# WORK INSTRUCTIONS
Tally the lines below that contain the word "people", and give only that number.

Source data
++++++++++++++++++++

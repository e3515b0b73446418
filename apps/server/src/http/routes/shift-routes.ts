import {
  Assignment,
  AssignmentInput,
  Colleague,
  NewShift,
  Shift,
} from '@windrow/ventilation/contract/shifts';
import type { Deps } from '../../deps.ts';
import { colleaguesOfUnit } from '../../queries/people.ts';
import { shiftPage } from '../../queries/shifts.ts';
import {
  makeShift,
  putAssignment,
  readAssignment,
  readShift,
  requireShift,
} from '../../services/plan-shift.ts';
import { PagingByTime, pageOf } from '../paging.ts';
import { type Route, read, write } from '../route.ts';
import { inUnit, ShiftParams, UnitParams } from './ids.ts';

const inUnitOfShift = async ({ db }: Deps, { params }: { params: { shiftId: string } }) =>
  (await requireShift(db, params.shiftId)).unit_id;

export const shiftRoutes: Route[] = [
  read({
    path: '/api/units/:unitId/colleagues',
    summary: 'Who can be put on a shift of this unit',
    params: UnitParams,
    response: pageOf(Colleague),
    needs: { act: 'see-shifts', in: inUnit },
    handle: async ({ deps, input: { params } }) => ({
      items: (await colleaguesOfUnit(deps.db, params.unitId)).map(({ id, display_name, initials }) => ({
        personId: id,
        displayName: display_name,
        initials,
      })),
      nextCursor: null,
    }),
  }),
  read({
    path: '/api/units/:unitId/shifts',
    summary: 'Shifts of a unit, the latest first',
    params: UnitParams,
    query: PagingByTime,
    response: pageOf(Shift),
    needs: { act: 'see-shifts', in: inUnit },
    handle: async ({ deps, input: { params, query } }) => {
      const rows = await shiftPage(deps.db, {
        unitId: params.unitId,
        limit: query.limit + 1,
        before: query.cursor ?? null,
      });
      const page = rows.slice(0, query.limit);
      const shifts: Shift[] = [];
      for (const row of page) shifts.push(await readShift(deps.db, row));
      return {
        items: shifts,
        nextCursor: rows.length > query.limit ? (page.at(-1)?.starts_at ?? null) : null,
      };
    },
  }),
  write({
    method: 'post',
    path: '/api/units/:unitId/shifts',
    summary: 'Make a shift with the people on it',
    params: UnitParams,
    body: NewShift,
    response: Shift,
    status: 201,
    needs: { act: 'assign', in: inUnit },
    handle: ({ write, input }) => makeShift(write, { unitId: input.params.unitId, shift: input.body }),
  }),
  read({
    path: '/api/shifts/:shiftId/assignment',
    summary: 'Who has which bed in a shift',
    params: ShiftParams,
    response: Assignment,
    needs: { act: 'see-shifts', in: inUnitOfShift },
    handle: async ({ deps, input: { params } }) =>
      readAssignment(deps.db, await requireShift(deps.db, params.shiftId)),
  }),
  write({
    method: 'put',
    path: '/api/shifts/:shiftId/assignment',
    summary: 'Replace, and publish, who has which bed',
    versioned: true,
    params: ShiftParams,
    body: AssignmentInput,
    response: Assignment,
    needs: { act: 'assign', in: inUnitOfShift },
    handle: async ({ write, input, version }) =>
      putAssignment(write, {
        shift: await requireShift(write.trx, input.params.shiftId),
        input: input.body,
        version,
      }),
  }),
];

++++++++++++++++++++

# ANSWER AREA
2